→ **WHAT YOU HAVE TO DO**: The entries below are to be returned exactly. Include all of them.

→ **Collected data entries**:
+++++

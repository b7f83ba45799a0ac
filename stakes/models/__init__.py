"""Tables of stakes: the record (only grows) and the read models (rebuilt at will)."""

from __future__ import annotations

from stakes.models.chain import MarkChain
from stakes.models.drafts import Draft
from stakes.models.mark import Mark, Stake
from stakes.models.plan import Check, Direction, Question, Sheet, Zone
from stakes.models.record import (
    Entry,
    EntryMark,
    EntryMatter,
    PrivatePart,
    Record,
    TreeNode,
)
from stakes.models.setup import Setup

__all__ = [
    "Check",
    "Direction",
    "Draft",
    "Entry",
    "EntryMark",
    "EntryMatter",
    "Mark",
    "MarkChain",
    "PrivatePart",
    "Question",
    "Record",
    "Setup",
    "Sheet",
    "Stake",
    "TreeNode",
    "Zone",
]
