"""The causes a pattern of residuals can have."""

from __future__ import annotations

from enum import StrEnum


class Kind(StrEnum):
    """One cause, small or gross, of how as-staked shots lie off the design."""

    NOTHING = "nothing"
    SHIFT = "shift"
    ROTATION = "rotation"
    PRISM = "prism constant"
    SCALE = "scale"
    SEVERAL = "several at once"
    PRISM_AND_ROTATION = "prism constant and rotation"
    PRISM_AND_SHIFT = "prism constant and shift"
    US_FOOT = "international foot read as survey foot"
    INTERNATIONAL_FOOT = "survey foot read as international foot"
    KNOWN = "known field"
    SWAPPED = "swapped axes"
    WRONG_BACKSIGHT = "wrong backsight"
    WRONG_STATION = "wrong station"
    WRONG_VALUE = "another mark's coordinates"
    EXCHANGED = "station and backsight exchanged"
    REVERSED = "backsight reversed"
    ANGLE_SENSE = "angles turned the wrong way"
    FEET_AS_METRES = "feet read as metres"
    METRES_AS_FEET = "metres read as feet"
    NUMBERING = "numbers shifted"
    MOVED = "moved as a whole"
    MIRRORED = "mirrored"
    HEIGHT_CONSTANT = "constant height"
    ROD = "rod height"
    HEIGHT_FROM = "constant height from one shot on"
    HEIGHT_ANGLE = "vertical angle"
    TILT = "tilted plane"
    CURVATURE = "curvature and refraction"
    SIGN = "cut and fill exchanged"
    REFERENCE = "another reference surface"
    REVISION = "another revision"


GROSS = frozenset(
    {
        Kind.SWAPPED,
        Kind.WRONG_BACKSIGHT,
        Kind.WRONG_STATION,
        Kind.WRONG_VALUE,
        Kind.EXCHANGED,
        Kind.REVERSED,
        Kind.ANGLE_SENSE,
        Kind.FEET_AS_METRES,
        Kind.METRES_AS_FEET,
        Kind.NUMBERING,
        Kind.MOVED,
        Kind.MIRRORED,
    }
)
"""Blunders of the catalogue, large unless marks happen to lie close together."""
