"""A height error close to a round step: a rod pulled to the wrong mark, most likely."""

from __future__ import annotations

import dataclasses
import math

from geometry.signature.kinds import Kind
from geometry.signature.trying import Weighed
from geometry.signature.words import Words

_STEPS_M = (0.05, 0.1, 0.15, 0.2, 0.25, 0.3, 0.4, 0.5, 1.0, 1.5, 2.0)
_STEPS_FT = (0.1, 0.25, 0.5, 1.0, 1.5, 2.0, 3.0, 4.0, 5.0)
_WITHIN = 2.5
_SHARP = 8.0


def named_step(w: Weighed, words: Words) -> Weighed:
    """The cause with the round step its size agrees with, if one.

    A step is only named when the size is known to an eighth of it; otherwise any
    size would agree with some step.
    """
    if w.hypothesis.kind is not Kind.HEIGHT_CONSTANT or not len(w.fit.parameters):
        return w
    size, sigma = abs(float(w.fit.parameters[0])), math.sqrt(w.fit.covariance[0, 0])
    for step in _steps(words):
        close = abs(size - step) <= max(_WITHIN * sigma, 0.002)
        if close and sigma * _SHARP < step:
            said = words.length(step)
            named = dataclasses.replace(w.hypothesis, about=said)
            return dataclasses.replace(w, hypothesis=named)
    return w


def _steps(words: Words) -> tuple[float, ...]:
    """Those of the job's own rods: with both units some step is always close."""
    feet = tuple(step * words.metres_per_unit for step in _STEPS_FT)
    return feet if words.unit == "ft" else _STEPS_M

+++++

→ **ANSWER SPACE**:
repository b7f83ba45799a0ac
filename stakes/models/__init__.py
"""Tables of stakes: the record (only grows) and the read models (rebuilt at will)."""

from __future__ import annotations

from stakes.models.chain import MarkChain
from stakes.models.drafts import Draft
from stakes.models.mark import Mark, Stake
from stakes.models.plan import Check, Direction, Question, Sheet, Zone
from stakes.models.record import (
    Entry,
    EntryMark,
    EntryMatter,
    PrivatePart,
    Record,
    TreeNode,
)
from stakes.models.setup import Setup

__all__ = [
    "Check",
    "Direction",
    "Draft",
    "Entry",
    "EntryMark",
    "EntryMatter",
    "Mark",
    "MarkChain",
    "PrivatePart",
    "Question",
    "Record",
    "Setup",
    "Sheet",
    "Stake",
    "TreeNode",
    "Zone",
]
"""The causes a pattern of residuals can have."""

from __future__ import annotations

from enum import StrEnum


class Kind(StrEnum):
    """One cause, small or gross, of how as-staked shots lie off the design."""

    NOTHING = "nothing"
    SHIFT = "shift"
    ROTATION = "rotation"
    PRISM = "prism constant"
    SCALE = "scale"
    SEVERAL = "several at once"
    PRISM_AND_ROTATION = "prism constant and rotation"
    PRISM_AND_SHIFT = "prism constant and shift"
    US_FOOT = "international foot read as survey foot"
    INTERNATIONAL_FOOT = "survey foot read as international foot"
    KNOWN = "known field"
    SWAPPED = "swapped axes"
    WRONG_BACKSIGHT = "wrong backsight"
    WRONG_STATION = "wrong station"
    WRONG_VALUE = "another mark's coordinates"
    EXCHANGED = "station and backsight exchanged"
    REVERSED = "backsight reversed"
    ANGLE_SENSE = "angles turned the wrong way"
    FEET_AS_METRES = "feet read as metres"
    METRES_AS_FEET = "metres read as feet"
    NUMBERING = "numbers shifted"
    MOVED = "moved as a whole"
    MIRRORED = "mirrored"
    HEIGHT_CONSTANT = "constant height"
    ROD = "rod height"
    HEIGHT_FROM = "constant height from one shot on"
    HEIGHT_ANGLE = "vertical angle"
    TILT = "tilted plane"
    CURVATURE = "curvature and refraction"
    SIGN = "cut and fill exchanged"
    REFERENCE = "another reference surface"
    REVISION = "another revision"


GROSS = frozenset(
    {
        Kind.SWAPPED,
        Kind.WRONG_BACKSIGHT,
        Kind.WRONG_STATION,
        Kind.WRONG_VALUE,
        Kind.EXCHANGED,
        Kind.REVERSED,
        Kind.ANGLE_SENSE,
        Kind.FEET_AS_METRES,
        Kind.METRES_AS_FEET,
        Kind.NUMBERING,
        Kind.MOVED,
        Kind.MIRRORED,
    }
)
"""Blunders of the catalogue, large unless marks happen to lie close together."""
"""A height error close to a round step: a rod pulled to the wrong mark, most likely."""

from __future__ import annotations

import dataclasses
import math

from geometry.signature.kinds import Kind
from geometry.signature.trying import Weighed
from geometry.signature.words import Words

_STEPS_M = (0.05, 0.1, 0.15, 0.2, 0.25, 0.3, 0.4, 0.5, 1.0, 1.5, 2.0)
_STEPS_FT = (0.1, 0.25, 0.5, 1.0, 1.5, 2.0, 3.0, 4.0, 5.0)
_WITHIN = 2.5
_SHARP = 8.0


def named_step(w: Weighed, words: Words) -> Weighed:
    """The cause with the round step its size agrees with, if one.

    A step is only named when the size is known to an eighth of it; otherwise any
    size would agree with some step.
    """
    if w.hypothesis.kind is not Kind.HEIGHT_CONSTANT or not len(w.fit.parameters):
        return w
    size, sigma = abs(float(w.fit.parameters[0])), math.sqrt(w.fit.covariance[0, 0])
    for step in _steps(words):
        close = abs(size - step) <= max(_WITHIN * sigma, 0.002)
        if close and sigma * _SHARP < step:
            said = words.length(step)
            named = dataclasses.replace(w.hypothesis, about=said)
            return dataclasses.replace(w, hypothesis=named)
    return w


def _steps(words: Words) -> tuple[float, ...]:
    """Those of the job's own rods: with both units some step is always close."""
    feet = tuple(step * words.metres_per_unit for step in _STEPS_FT)
    return feet if words.unit == "ft" else _STEPS_M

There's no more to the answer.